## SUPPLIED MATERIAL
◇ ◇ ◇ ◇ ◇ ◇ ◇
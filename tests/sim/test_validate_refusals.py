"""`covey validate` refuses what the run would refuse at t = 0, naming the key; Orekit's known
failures reach the user in covey's words; parser edges of ``--set`` are input errors.

Sources: the inclination bands and the solar-activity end dates are Orekit 13's own behaviour
(``EcksteinHechlerTheory.meanToOsculating``, ``CssiSpaceWeatherData.getMaxDate``,
``JB2008SpaceEnvironmentData.getMaxDate``), measured on this machine and re-checked against
Orekit in the ``orekit`` tests below; the deceleration screen uses the exponential atmosphere of
Vallado, Fundamentals of Astrodynamics and Applications, 4th ed. (2013), Table 8-4 [memory]; the
failing cases (80 km, 1e-6 kg, 1e-300 kg, 0.5 km) and passing ones (100 km, 1e-3 kg) were flown
with the real truth (exit 1 "hyperbolic orbits cannot be handled" / exit 0). The rest is covey's
own contract (common practice, no source).
"""

from __future__ import annotations

import math

import pytest

from sim.cli.main import main
from sim.errors import EnvironmentSetupError, PropagationError, ScenarioError
from sim.orekit import messages
from sim.scenario.build import mean_theory_inclination_problem
from sim.scenario.reader import load_scenario


def _refusal(repo_root, name="ideal_pair.toml", **over) -> ScenarioError:
    with pytest.raises(ScenarioError) as ei:
        load_scenario(repo_root / "scenarios" / name, over)
    return ei.value


# ------------------------------------------------------------------------------------------
# the mean theory's singular inclinations
# ------------------------------------------------------------------------------------------

# (i_deg, refused): just inside / outside each measured band edge
_EDGES = [(1e-12, True), (0.000572, True), (0.000574, False), (63.3633, False), (63.3635, True),
          (63.4349, True), (63.5066, True), (63.5067, False), (116.4933, False),
          (116.4935, True), (116.6366, True), (116.6367, False), (179.99942, False),
          (179.99943, True)]


@pytest.mark.parametrize("i_deg, refused", _EDGES)
def test_inclination_bands(i_deg, refused):
    assert (mean_theory_inclination_problem(i_deg) is not None) == refused


def test_validate_refuses_chief_and_deputy_inclinations(repo_root):
    e = _refusal(repo_root, **{"chief.orbit.i_deg": 1e-12})
    assert e.key == "chief.orbit.i_deg" and "near-equatorial" in str(e)
    e = _refusal(repo_root, **{"chief.orbit.i_deg": 63.4})
    assert e.key == "chief.orbit.i_deg" and "[63.3634, 63.5066]" in str(e)
    # a chief just outside the band, a deputy pushed into it by its dix
    a_m = load_scenario(repo_root / "scenarios/ideal_pair.toml").chief.orbit.a_m
    dix = math.radians(0.05) * a_m
    e = _refusal(repo_root, **{"chief.orbit.i_deg": 63.33,
                               "deputies[0].roe_m": [0.0, 0.0, 0.0, 0.0, dix, 0.0]})
    assert e.key == "deputies[0].roe_m[4] (dix)"
    load_scenario(repo_root / "scenarios/ideal_pair.toml", {"chief.orbit.i_deg": 63.3})


@pytest.mark.orekit
def test_bands_match_orekit():
    """The refusal is exactly where Orekit's Eckstein-Hechler conversion raises."""
    from sim.orekit.boot import boot

    boot()
    from org.orekit.forces.gravity.potential import GravityFieldFactory
    from org.orekit.frames import FramesFactory
    from org.orekit.orbits import CircularOrbit, PositionAngleType
    from org.orekit.propagation.conversion.osc2mean import EcksteinHechlerTheory
    from org.orekit.time import AbsoluteDate, TimeScalesFactory

    prov = GravityFieldFactory.getUnnormalizedProvider(6, 6)
    date = AbsoluteDate(2025, 3, 1, 0, 0, 0.0, TimeScalesFactory.getUTC())
    for i_deg, refused in _EDGES:
        o = CircularOrbit(6878137.0, 0.001, 0.0, math.radians(i_deg), 0.0, 0.0,
                          PositionAngleType.MEAN, FramesFactory.getGCRF(), date, prov.getMu())
        try:
            EcksteinHechlerTheory(prov).meanToOsculating(o)
            raised = False
        except Exception:  # noqa: BLE001 - Orekit's exception
            raised = True
        assert raised == refused, i_deg


# ------------------------------------------------------------------------------------------
# decelerations the truth cannot integrate
# ------------------------------------------------------------------------------------------


@pytest.mark.parametrize("over, key", [
    ({"chief.orbit.altitude_km": 0.5, "events.min_altitude_km": 0.0}, "chief.orbit"),
    ({"chief.orbit.altitude_km": 80.0, "events.min_altitude_km": 0.0}, "chief.orbit"),
    ({"bus.threeu.mass_kg": 1e-300}, "bus.threeu.mass_kg"),
    ({"bus.threeu.mass_kg": 1e-6}, "bus.threeu.mass_kg"),
])
def test_validate_refuses_what_fails_at_t0(repo_root, over, key):
    e = _refusal(repo_root, **over)
    assert e.key == key and "deceleration" in str(e) and "fails at t = 0" in str(e)


@pytest.mark.parametrize("over", [{"chief.orbit.altitude_km": 100.0, "events.min_altitude_km": 0.0},
                                  {"bus.threeu.mass_kg": 1e-3}])
def test_what_the_truth_flies_is_accepted(repo_root, over):
    load_scenario(repo_root / "scenarios/ideal_pair.toml", over)


# ------------------------------------------------------------------------------------------
# Orekit data and the solar-activity span
# ------------------------------------------------------------------------------------------


def test_orekit_data_that_is_no_data_folder(repo_root, tmp_path, monkeypatch):
    (tmp_path / "notes.txt").write_text("not Orekit data")
    e = _refusal(repo_root, **{"run.orekit_data": str(tmp_path)})
    assert e.key == "run.orekit_data" and "leap-second" in str(e)
    with pytest.raises(EnvironmentSetupError, match="--orekit-data"):
        load_scenario(repo_root / "scenarios/ideal_pair.toml", orekit_data=str(tmp_path))
    # a big folder is not crawled: the search stops after MAX_SCAN_ENTRIES entries
    import sim.orekit.data as data

    monkeypatch.setattr(data, "MAX_SCAN_ENTRIES", 50)
    for k in range(60):
        (tmp_path / f"f{k}.txt").write_text("")
    e = _refusal(repo_root, **{"run.orekit_data": str(tmp_path)})
    assert "among its first 50 entries" in str(e)


def test_solar_span_ends_where_orekit_data_end(repo_root):
    # bundled CSSI file: Orekit serves up to 2096-10-01T00:00:00Z (getMaxDate)
    ok = {"run.epoch_utc": "2096-09-30T00:00:00Z", "run.duration_days": 1.0}
    load_scenario(repo_root / "scenarios/ideal_pair.toml", ok)
    e = _refusal(repo_root, **{**ok, "run.duration_s": 86401.0})
    assert "must end by 2096-10-01T00:00:00Z" in str(e)
    e = _refusal(repo_root, **{"run.epoch_utc": "2096-10-01T00:00:00Z"})
    assert e.key == "run.epoch_utc"
    # bundled JB2008 files: up to 2026-01-29T12:00:00Z
    jb = {"run.epoch_utc": "2026-01-28T12:00:00Z", "run.duration_days": 1.0}
    load_scenario(repo_root / "scenarios/decay_jb2008.toml", jb)
    e = _refusal(repo_root, "decay_jb2008.toml", **{**jb, "run.duration_s": 86401.0})
    assert "must end by 2026-01-29T12:00:00Z" in str(e)


@pytest.mark.orekit
def test_solar_span_end_matches_orekit():
    from sim.orekit.boot import boot

    boot()
    from org.orekit.models.earth.atmosphere.data import (CssiSpaceWeatherData,
                                                         JB2008SpaceEnvironmentData)

    cssi = CssiSpaceWeatherData(CssiSpaceWeatherData.DEFAULT_SUPPORTED_NAMES)
    assert str(cssi.getMaxDate()) == "2096-10-01T00:00:00.000Z"
    jb = JB2008SpaceEnvironmentData(JB2008SpaceEnvironmentData.DEFAULT_SUPPORTED_NAMES_SOLFSMY,
                                    JB2008SpaceEnvironmentData.DEFAULT_SUPPORTED_NAMES_DTC)
    assert str(jb.getMaxDate()) == "2026-01-29T12:00:00.000Z"


# ------------------------------------------------------------------------------------------
# Orekit's messages in covey's words
# ------------------------------------------------------------------------------------------

# verbatim from Orekit 13 on this machine
_HYPERBOLIC = ("org.orekit.errors.OrekitIllegalArgumentException: hyperbolic orbits cannot be "
               "handled as org.orekit.orbits.EquinoctialOrbit instances")
_NO_SOLAR = ("org.orekit.errors.OrekitException: no solar activity available at "
             "2096-10-01T00:00:01.000Z, data available only in range [1957-10-01T00:00:00.000Z, "
             "2096-10-01T00:00:00.000Z]")


def test_known_orekit_messages_translated():
    e = messages.translate(PropagationError(0.0, "alpha", _HYPERBOLIC), 0.0, "alpha")
    assert isinstance(e, PropagationError) and "bus.<name>.mass_kg" in str(e)
    assert "Orekit" not in str(e) and str(e).startswith("truth propagation of 'alpha' failed at")
    e = messages.translate(RuntimeError(_NO_SOLAR), 3600.0, "alpha,beta")
    assert "end at 2096-10-01T00:00:00.000Z" in str(e) and "run.duration_days" in str(e)
    e = messages.translate(RuntimeError("org.orekit.errors.OrekitException: almost critically "
                                        "inclined orbit (i = 63.4 degrees)"), 0.0, "alpha")
    assert "63.4 deg" in str(e) and "chief.orbit.i_deg" in str(e)
    assert messages.translate(RuntimeError("something else"), 0.0, "alpha") is None


def test_run_reports_a_known_orekit_failure_in_covey_words(repo_root, tmp_path, fake_truth,
                                                           capsys):
    def advance_to(self, t_s):
        raise RuntimeError(f"{_HYPERBOLIC}\n\tat org.orekit.orbits.EquinoctialOrbit.<init>")

    fake_truth.advance_to = advance_to
    code = main(["run", str(repo_root / "scenarios/demo_drift.toml"), "-o", str(tmp_path / "x.h5")])
    err = capsys.readouterr().err.strip().splitlines()
    assert code == 1 and len(err) == 1
    assert err[0].startswith("covey: truth propagation of 'alpha,beta,gamma' failed at t = 0.0 s: "
                             "the orbit became unbound")
    from sim.log.reader import read_log

    log = read_log(tmp_path / "x.h5")
    assert log.status == "failed" and "OrekitIllegalArgumentException" in log.get("meta/traceback")


# ------------------------------------------------------------------------------------------
# --set and file parser edges: exit 2 and one line, never "unexpected error"
# ------------------------------------------------------------------------------------------


@pytest.mark.parametrize("item, words", [
    ("[0]=1", "override key must be a dotted key path"),
    ("chief.orbit.u_deg.x.y=1", "goes through chief.orbit.u_deg = 0.0, which is a number"),
    ("run.duration_days=" + "9" * 400, "run.duration_days"),
    ("deputies[0].roe_m=" + "[" * 5000 + "]" * 5000, "nested too deeply"),
    ("a..b=1", "override key must be a dotted key path"),
    ("run[0]=1", "run is a table, not an array"),
    ("deputies.name=x", "deputies is an array: address an element with [i]"),
    ("deputies[0][1]=1", "deputies[0] is a table, not an array"),
    ("deputies[7].name='x'", "index [7] is out of range: deputies has 1 element"),
    ("newtable[0]=1", "newtable is not in the file"),
])
def test_set_edges_are_input_errors(repo_root, capsys, item, words):
    code = main(["validate", str(repo_root / "scenarios/ideal_pair.toml"), "--set", item])
    err = capsys.readouterr().err.strip().splitlines()
    assert code == 2 and len(err) == 1 and "unexpected error" not in err[0]
    assert words in err[0]


def test_deeply_nested_file_is_an_input_error(tmp_path, repo_root, capsys):
    text = (repo_root / "scenarios/ideal_pair.toml").read_text()
    p = tmp_path / "deep.toml"
    p.write_text(text + "\n[zz_deep]\nx = " + "[" * 5000 + "]" * 5000 + "\n")
    code = main(["validate", str(p)])
    err = capsys.readouterr().err
    assert code == 2 and "nested too deeply" in err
◇ ◇ ◇ ◇ ◇ ◇ ◇
## WORK TO COMPLETE
Wherever the string "raised" turns up in the material, copy the whole line.

## EXERCISE SOLUTION
            raised = False
            raised = True
        assert raised == refused, i_deg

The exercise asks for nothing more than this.